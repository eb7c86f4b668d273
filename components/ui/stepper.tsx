import { useId } from 'react';
import { Pressable, StyleSheet, TextInput, View } from 'react-native';

import { FieldError } from '@/components/ui/field-error';
import { Icon } from '@/components/ui/icon';
import { border, radius, size, useTheme } from '@/components/ui/theme';
import { Txt } from '@/components/ui/txt';
import { font, numerals } from '@/components/ui/type';
import { useHold } from '@/components/ui/use-hold';
import { useTextScale } from '@/components/ui/use-text-scale';
import { webOnly } from '@/components/ui/web-only';

export interface StepperProps {
  label: string;
  value: string;
  onChangeText: (text: string) => void;
  onStep: (by: 1 | -1) => void;
  onBlur?: (() => void) | undefined;
  unit?: string | undefined;
  error?: string | undefined;
  canLess?: boolean | undefined;
  canMore?: boolean | undefined;
  testID?: string | undefined;
}

/** A number to type or to step: − and + at the ends, arrow keys while it is being typed. */
export function Stepper(props: StepperProps) {
  const { label, value, unit, error, onStep, canLess = true, canMore = true } = props;
  const { color } = useTheme();
  const scale = useTextScale();
  const id = useId();
  const edge = error ? color.madderInk : color.edge;
  const stepByKey = (key: string) => {
    if (key === 'ArrowUp' && canMore) onStep(1);
    if (key === 'ArrowDown' && canLess) onStep(-1);
  };
  return (
    <View style={styles.field}>
      <Txt kind="small" color="ink2" style={styles.label}>
        {label}
      </Txt>
      <View
        {...webOnly({ dataSet: { ring: 'field' } })}
        style={[styles.box, { backgroundColor: color.card, borderColor: edge }]}
      >
        <End label={`Less, ${label}`} icon="minus" possible={canLess} onStep={() => onStep(-1)} />
        <View style={styles.middle} {...webOnly({ onClick: focusInput })}>
          <TextInput
            value={value}
            onChangeText={props.onChangeText}
            {...(props.onBlur && { onBlur: props.onBlur })}
            onKeyPress={(event) => stepByKey(event.nativeEvent.key)}
            inputMode="text"
            selectTextOnFocus
            {...(props.testID && { testID: props.testID })}
            aria-label={unit ? `${label}, ${unit}` : label}
            {...webOnly({
              'aria-invalid': error !== undefined,
              'aria-describedby': error ? `${id}-error` : undefined,
            })}
            style={[
              styles.input,
              numerals,
              unit ? styles.besideUnit : null,
              { color: color.ink, fontSize: 20 * scale },
            ]}
          />
          {unit ? (
            <Txt kind="lead" hidden style={styles.unit}>
              {unit}
            </Txt>
          ) : null}
          {unit && scale < 1.3 ? <View style={styles.spacer} /> : null}
        </View>
        <End label={`More, ${label}`} icon="plus" possible={canMore} onStep={() => onStep(1)} />
      </View>
      <FieldError id={`${id}-error`} error={error} />
    </View>
  );
}

/** The number is narrow beside its unit on a small phone: all between the ends leads to it. */
function focusInput({ currentTarget }: { currentTarget: unknown }): void {
  if (currentTarget instanceof Element) currentTarget.querySelector('input')?.focus();
}

interface EndProps {
  label: string;
  icon: 'minus' | 'plus';
  possible: boolean;
  onStep: () => void;
}

function End({ label, icon, possible, onStep }: EndProps) {
  const { color } = useTheme();
  return (
    <Pressable
      role="button"
      aria-label={label}
      disabled={!possible}
      {...webOnly({ dataSet: { ring: 'inside' } })}
      {...useHold(onStep, possible)}
      style={({ pressed }) => [styles.end, pressed && { backgroundColor: color.sunk }]}
    >
      <Icon name={icon} size={21} color={possible ? color.ink : color.edge} stroke={2.4} />
    </Pressable>
  );
}

const styles = StyleSheet.create({
  field: { gap: 5 },
  label: { fontFamily: font.strong },
  box: {
    minHeight: size.stepper,
    borderWidth: border.control,
    borderRadius: radius.control,
    flexDirection: 'row',
    alignItems: 'center',
  },
  end: {
    width: size.touchMin,
    minHeight: size.touchMin,
    borderRadius: 14,
    alignItems: 'center',
    justifyContent: 'center',
  },
  middle: {
    flex: 1,
    minWidth: 0,
    alignSelf: 'stretch',
    flexDirection: 'row',
    alignItems: 'center',
  },
  input: {
    flex: 1,
    minWidth: 0,
    alignSelf: 'stretch',
    minHeight: size.touchMin,
    textAlign: 'center',
    fontFamily: font.bold,
    borderRadius: 8,
  },
  besideUnit: { flex: 3, textAlign: 'right' },
  unit: { paddingLeft: 5, fontSize: 20, lineHeight: 26 },
  spacer: { flex: 1 }, // keeps number and unit together in the middle
});
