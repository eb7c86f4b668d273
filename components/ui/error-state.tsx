import { useState } from 'react';
import { StyleSheet, View } from 'react-native';

import { Actions } from '@/components/ui/actions';
import { type Action, Button } from '@/components/ui/button';
import { Icon } from '@/components/ui/icon';
import { border, radius, useTheme } from '@/components/ui/theme';
import { Txt } from '@/components/ui/txt';

interface ErrorStateProps {
  /** what did not work */
  title: string;
  /** what is kept */
  text: string;
  actions: readonly Action[];
  /** for whoever asks what went wrong */
  detail?: string | undefined;
}

/** What did not work, what is kept, and what to do now. */
export function ErrorState({ title, text, actions, detail }: ErrorStateProps) {
  const { color } = useTheme();
  const [open, setOpen] = useState(false);
  return (
    <View
      role="alert"
      style={[styles.card, { backgroundColor: color.card, borderColor: color.line }]}
    >
      <View style={[styles.sign, { backgroundColor: color.madderTint }]}>
        <Icon name="octagon" size={28} color="madderInk" />
      </View>
      <Txt kind="section" heading={2} style={styles.title}>
        {title}
      </Txt>
      <Txt style={styles.text}>{text}</Txt>
      <Actions actions={actions} />
      {detail ? (
        <Button
          label="What went wrong"
          kind="quiet"
          small
          onPress={() => setOpen(!open)}
          style={styles.why}
        />
      ) : null}
      {open && (
        <Txt kind="small" color="ink2" live="polite">
          {detail}
        </Txt>
      )}
    </View>
  );
}

const styles = StyleSheet.create({
  card: {
    borderRadius: radius.card,
    borderWidth: border.hair,
    paddingHorizontal: 20,
    paddingVertical: 20,
    width: '100%',
    maxWidth: 560,
  },
  sign: {
    width: 56,
    height: 56,
    borderRadius: 17,
    alignItems: 'center',
    justifyContent: 'center',
  },
  title: { fontSize: 25, lineHeight: 30, marginTop: 16 },
  text: { fontSize: 17, lineHeight: 23, marginTop: 9, marginBottom: 20 },
  why: { alignSelf: 'flex-start', marginTop: 8, marginLeft: -14 },
});
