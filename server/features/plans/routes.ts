import { Router } from 'express';

import { methodNotAllowed } from '../../http/errors';
import { jsonBody } from '../../http/json-body';
import { ProblemError } from '../../http/problems';
import { limitRate } from '../../http/rate-limits';

import { planText } from './service';

/** The largest request that is read, in bytes. */
const MOST_REQUEST_BYTES = 32 * 1024;

/** Open to everyone, needs no database, and therefore has a limit of its own. */
export function plansRoutes(perMinute: number): Router {
  const router = Router();
  router
    .route('/api/v1/plans')
    .post(limitRate(perMinute), ...jsonBody(MOST_REQUEST_BYTES), (request, response) => {
      const plan = planText(request.body);
      if (!plan.ok) throw new ProblemError('invalid-request', plan.errors);
      response.type('application/json').send(plan.value);
    })
    .all(methodNotAllowed('POST'));
  return router;
}
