import { type Href, Link } from 'expo-router';
import { Pressable, StyleSheet } from 'react-native';

import { size } from '@/components/ui/theme';
import { Txt } from '@/components/ui/txt';

/** An underlined word that opens another page. */
export function LinkText({ href, children }: { href: Href; children: string }) {
  return (
    <Link href={href} asChild>
      <Pressable role="link" style={styles.link}>
        <Txt style={styles.word}>{children}</Txt>
      </Pressable>
    </Link>
  );
}

const styles = StyleSheet.create({
  link: { minHeight: size.touchMin, justifyContent: 'center', alignSelf: 'flex-start' },
  word: { textDecorationLine: 'underline' },
});
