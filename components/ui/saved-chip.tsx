import { StyleSheet, View } from 'react-native';

import { useStoreStatus } from '@/components/providers/use-store-status';
import { Chip, type ChipProps } from '@/components/ui/chip';
import type { StoreStatus } from '@/sync/client/projects-client';

function words(status: StoreStatus): ChipProps {
  if (status.phase === 'failed') return { label: 'Not saved', icon: 'octagon', tone: 'error' };
  if (status.phase === 'starting') return { label: 'Opening', icon: 'hourglass', tone: 'plain' };
  if (status.storage === 'memory') {
    return { label: 'Kept in this browser only', icon: 'triangle', tone: 'caution' };
  }
  return { label: 'Saved on this device', icon: 'check', tone: 'done' };
}

/** Where the counts are; without an account they are on this device and nowhere else. */
export function SavedChip() {
  return (
    <View role="status" testID="saved-chip" style={styles.place}>
      <Chip tall {...words(useStoreStatus())} />
    </View>
  );
}

const styles = StyleSheet.create({ place: { maxWidth: '100%' } });
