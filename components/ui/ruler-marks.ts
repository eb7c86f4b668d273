/** A tick of a ruler bar: where it stands and, on a long one, its number. */
export interface RulerMark {
  at: number;
  long: boolean;
  label: string | null;
}

const MOST_TICKS = 48;

/**
 * Ticks of a ruler bar from 0 to `of`: one a cut, a long one with its number a stack. Where they
 * would run together short ticks go first, then numbers are thinned out; 0 and `of` always stay.
 *
 * @param of target, ≥ 1
 * @param tick units between short ticks, > 0
 * @param longTick units between long ticks; without it each tick is long
 * @param mostNumbers about how many numbers there is room for
 */
export function rulerMarks(
  of: number,
  tick: number,
  longTick = tick,
  mostNumbers = 7,
): RulerMark[] {
  if (!(of > 0) || !(tick > 0) || !(longTick > 0)) return [];
  const longStep = longTick * Math.ceil(of / longTick / mostNumbers);
  const shortStep = of / tick > MOST_TICKS ? longStep : tick;
  const places = new Set([0, of]);
  for (let at = shortStep; at < of; at += shortStep) places.add(at);
  for (let at = longStep; at < of; at += longStep) places.add(at);
  return [...places]
    .sort((a, b) => a - b)
    .map((at) => {
      const end = at === 0 || at === of;
      const numbered = end || (at % longStep === 0 && of - at >= longStep / 2);
      return { at, long: end || at % longStep === 0, label: numbered ? String(at) : null };
    });
}
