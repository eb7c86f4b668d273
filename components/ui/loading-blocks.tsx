import { useEffect, useState } from 'react';
import { StyleSheet, View } from 'react-native';

import { border, radius, useTheme } from '@/components/ui/theme';
import { Txt } from '@/components/ui/txt';

const SHOWN_AFTER_MS = 300;
const ROWS = [190, 220, 150, 200];

/** Still blocks in a page's shape, shown when waiting takes longer than 0.3 s. */
export function LoadingBlocks({ label }: { label: string }) {
  const { color } = useTheme();
  const [late, setLate] = useState(false);
  useEffect(() => {
    const timer = setTimeout(() => setLate(true), SHOWN_AFTER_MS);
    return () => clearTimeout(timer);
  }, []);
  if (!late) return null;
  const line = { backgroundColor: color.line };
  const sunk = { backgroundColor: color.sunk };
  return (
    <View aria-busy>
      <View style={[styles.hero, sunk]} aria-hidden>
        <View style={[styles.block, line, { width: 90, height: 16 }]} />
        <View style={[styles.block, line, { width: 160, height: 30 }]} />
        <View style={[styles.block, line, { width: 130, height: 30 }]} />
        <View style={[styles.block, line, { width: 230, height: 18, marginTop: 40 }]} />
      </View>
      <Txt color="ink2" live="polite" style={styles.label}>
        {label}
      </Txt>
      <View aria-hidden>
        {ROWS.map((width) => (
          <View
            key={width}
            style={[styles.row, { backgroundColor: color.card, borderColor: color.line }]}
          >
            <View style={[styles.badge, sunk]} />
            <View style={styles.words}>
              <View style={[styles.block, sunk, { width: 70, height: 14 }]} />
              <View style={[styles.block, sunk, { width, height: 14 }]} />
            </View>
          </View>
        ))}
      </View>
    </View>
  );
}

const styles = StyleSheet.create({
  hero: { borderRadius: radius.hero, padding: 22, gap: 12, minHeight: 200 },
  block: { borderRadius: 8, maxWidth: '100%' },
  label: { paddingHorizontal: 8, paddingVertical: 12, fontSize: 17 },
  row: {
    minHeight: 60,
    borderTopWidth: border.hair,
    paddingHorizontal: 12,
    flexDirection: 'row',
    alignItems: 'center',
    gap: 12,
  },
  badge: { width: 44, height: 44, borderRadius: 13 },
  words: { flex: 1, gap: 8 },
});
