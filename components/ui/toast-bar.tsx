import { Pressable, StyleSheet, View } from 'react-native';

import { radius, size, useTheme } from '@/components/ui/theme';
import { Txt } from '@/components/ui/txt';
import { font } from '@/components/ui/type';
import { webOnly } from '@/components/ui/web-only';

export interface Toast {
  text: string;
  action?: { label: string; onPress: () => void } | undefined;
}

/** What a toast looks like: ink, 56 high, at most one underlined word to press. */
export function ToastBar({ text, action }: Toast) {
  const { color } = useTheme();
  return (
    <View style={[styles.bar, { backgroundColor: color.ink }]} testID="toast">
      <Txt color="paper" style={styles.text}>
        {text}
      </Txt>
      {action && (
        <Pressable
          role="button"
          onPress={action.onPress}
          style={styles.action}
          {...webOnly({ dataSet: { ring: 'on-ink' } })}
        >
          <Txt color="paper" style={[styles.text, styles.word]}>
            {action.label}
          </Txt>
        </Pressable>
      )}
    </View>
  );
}

const styles = StyleSheet.create({
  bar: {
    minHeight: 56,
    borderRadius: radius.button,
    paddingLeft: 18,
    paddingRight: 6,
    flexDirection: 'row',
    alignItems: 'center',
    justifyContent: 'space-between',
    gap: 8,
  },
  text: { fontFamily: font.strong, fontSize: 16.5, flexShrink: 1, paddingVertical: 6 },
  action: {
    minHeight: size.touchMin,
    paddingHorizontal: 16,
    borderRadius: 15,
    justifyContent: 'center',
  },
  word: { fontFamily: font.bold, textDecorationLine: 'underline' },
});
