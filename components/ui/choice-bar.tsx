import { useId } from 'react';
import { Pressable, StyleSheet, View } from 'react-native';

import { border, useTheme } from '@/components/ui/theme';
import { Txt } from '@/components/ui/txt';
import { font } from '@/components/ui/type';
import { type KeyEvent, pressedBySpace, webOnly } from '@/components/ui/web-only';

export interface Choice<Value extends string> {
  value: Value;
  label: string;
}

interface ChoiceBarProps<Value extends string> {
  label: string;
  /** the label is read out but not shown */
  quiet?: boolean | undefined;
  options: readonly Choice<Value>[];
  value: Value;
  onChange: (value: Value) => void;
  testID?: string | undefined;
}

const STEPS: Record<string, 1 | -1> = { ArrowRight: 1, ArrowDown: 1, ArrowLeft: -1, ArrowUp: -1 };

/** One of a few: a radio group in which the arrow keys move and choose. */
export function ChoiceBar<Value extends string>(props: ChoiceBarProps<Value>) {
  const { label, quiet = false, options, value, onChange } = props;
  const { color } = useTheme();
  const id = useId();
  const chosen = options.findIndex((option) => option.value === value);
  const move = (event: KeyEvent) => {
    const step = STEPS[event.key];
    if (step === undefined) return;
    event.preventDefault();
    event.stopPropagation();
    const at = (chosen + step + options.length) % options.length;
    const next = options[at];
    if (!next) return;
    onChange(next.value);
    focusRadio(event.currentTarget, at);
  };

  return (
    <View style={styles.field}>
      {!quiet && (
        <Txt kind="small" color="ink2" style={styles.label} id={id}>
          {label}
        </Txt>
      )}
      <View
        role="radiogroup"
        {...(quiet ? { 'aria-label': label } : { 'aria-labelledby': id })}
        {...webOnly({ onKeyDown: move })}
        {...(props.testID && { testID: props.testID })}
        style={[styles.bar, { backgroundColor: color.sunk }]}
      >
        {options.map((option, at) => {
          const on = option.value === value;
          const tabbable = on || (chosen < 0 && at === 0);
          return (
            <Pressable
              key={option.value}
              role="radio"
              aria-checked={on}
              {...webOnly({ tabIndex: tabbable ? 0 : -1 })}
              {...pressedBySpace(() => onChange(option.value))}
              onPress={() => onChange(option.value)}
              style={[styles.tab, on && { backgroundColor: color.card, borderColor: color.edge }]}
            >
              <Txt align="center" color={on ? 'ink' : 'ink2'} style={on ? styles.on : styles.off}>
                {option.label}
              </Txt>
            </Pressable>
          );
        })}
      </View>
    </View>
  );
}

/** The browser's own radio groups move the focus along with the choice. */
function focusRadio(group: unknown, at: number): void {
  if (!(group instanceof Element)) return;
  group.querySelectorAll<HTMLElement>('[role=radio]')[at]?.focus();
}

const styles = StyleSheet.create({
  field: { gap: 5 },
  label: { fontFamily: font.strong },
  bar: { flexDirection: 'row', flexWrap: 'wrap', borderRadius: 15, padding: 3 },
  tab: {
    flexGrow: 1,
    flexBasis: 'auto',
    minWidth: 56,
    minHeight: 44,
    paddingHorizontal: 8,
    borderRadius: 12,
    borderWidth: border.control,
    borderColor: 'transparent',
    alignItems: 'center',
    justifyContent: 'center',
  },
  on: { fontFamily: font.bold, fontSize: 15.5 },
  off: { fontFamily: font.strong, fontSize: 15.5 },
});
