import { Pressable, StyleSheet, View } from 'react-native';

import { Icon } from '@/components/ui/icon';
import { deviceName, Spoken } from '@/components/ui/spoken';
import { STATION_NAMES } from '@/components/ui/stations';
import { border, radius, size, useTheme } from '@/components/ui/theme';
import { Txt } from '@/components/ui/txt';
import { font } from '@/components/ui/type';
import { useTextScale } from '@/components/ui/use-text-scale';
import { pressable, pressedBySpace } from '@/components/ui/web-only';
import type { Station } from '@/shared/model/codes';

interface StationSwitcherProps {
  /** those the plan has steps for, in the order of work */
  stations: readonly Station[];
  station: Station;
  /** what is ready at each; no number where nothing is */
  ready: Partial<Record<Station, number>>;
  onChange: (station: Station) => void;
}

/** The tabs on top of a station page. */
export function StationSwitcher({ stations, station, ready, onChange }: StationSwitcherProps) {
  const { color } = useTheme();
  return (
    <View
      role="tablist"
      aria-label="Stations"
      style={[styles.bar, { backgroundColor: color.sunk }]}
    >
      {stations.map((each) => (
        <Tab
          key={each}
          station={each}
          on={each === station}
          count={ready[each] ?? 0}
          onPress={() => onChange(each)}
        />
      ))}
    </View>
  );
}

interface TabProps {
  station: Station;
  on: boolean;
  count: number;
  onPress: () => void;
}

function Tab({ station, on, count, onPress }: TabProps) {
  const theme = useTheme();
  const scale = useTextScale();
  const dye = theme.station(station);
  const name = STATION_NAMES[station];
  return (
    <Pressable
      {...pressable}
      {...pressedBySpace(onPress)}
      role="tab"
      aria-selected={on}
      {...deviceName(count > 0 && !on ? `${name}, ${count} ready` : name)}
      testID={`station-${station}`}
      onPress={onPress}
      style={[
        styles.tab,
        { flexBasis: 54 * scale },
        on && { backgroundColor: dye.fill, borderColor: dye.ink },
      ]}
    >
      <Icon name={station} size={22} color={on ? dye.onFill : dye.ink} />
      <Txt
        kind="nav"
        numberOfLines={1}
        color={on ? dye.onFill : 'ink2'}
        style={on ? styles.on : null}
      >
        {name}
      </Txt>
      {count > 0 && !on && (
        <View style={[styles.count, { backgroundColor: theme.color.card, borderColor: dye.ink }]}>
          <Txt kind="header" color={dye.ink} style={styles.number}>
            {count}
          </Txt>
          <Spoken>ready</Spoken>
        </View>
      )}
    </Pressable>
  );
}

const styles = StyleSheet.create({
  bar: {
    flexDirection: 'row',
    flexWrap: 'wrap',
    gap: 4,
    padding: 4,
    borderRadius: radius.switcher,
  },
  tab: {
    flexGrow: 1,
    minWidth: size.touchMin,
    minHeight: size.touchMin,
    borderRadius: 14,
    borderWidth: border.control,
    borderColor: 'transparent',
    alignItems: 'center',
    justifyContent: 'center',
    gap: 2,
  },
  on: { fontFamily: font.bold },
  count: {
    position: 'absolute',
    top: 2,
    right: 4,
    minWidth: 19,
    minHeight: 19,
    paddingHorizontal: 4,
    borderRadius: 10,
    borderWidth: border.hair,
    alignItems: 'center',
    justifyContent: 'center',
  },
  number: { fontFamily: font.bold },
});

---------------

WHAT YOU SHOULD DO
Could you restate word for word the lines above from the one containing "canLess?: boolean | undefined;" through the one containing "export function Stepper(props: StepperProps)", both included, and nothing else?

EXERCISE ANSWER
  canLess?: boolean | undefined;
  canMore?: boolean | undefined;
  testID?: string | undefined;
}

/** A number to type or to step: − and + at the ends, arrow keys while it is being typed. */
export function Stepper(props: StepperProps) {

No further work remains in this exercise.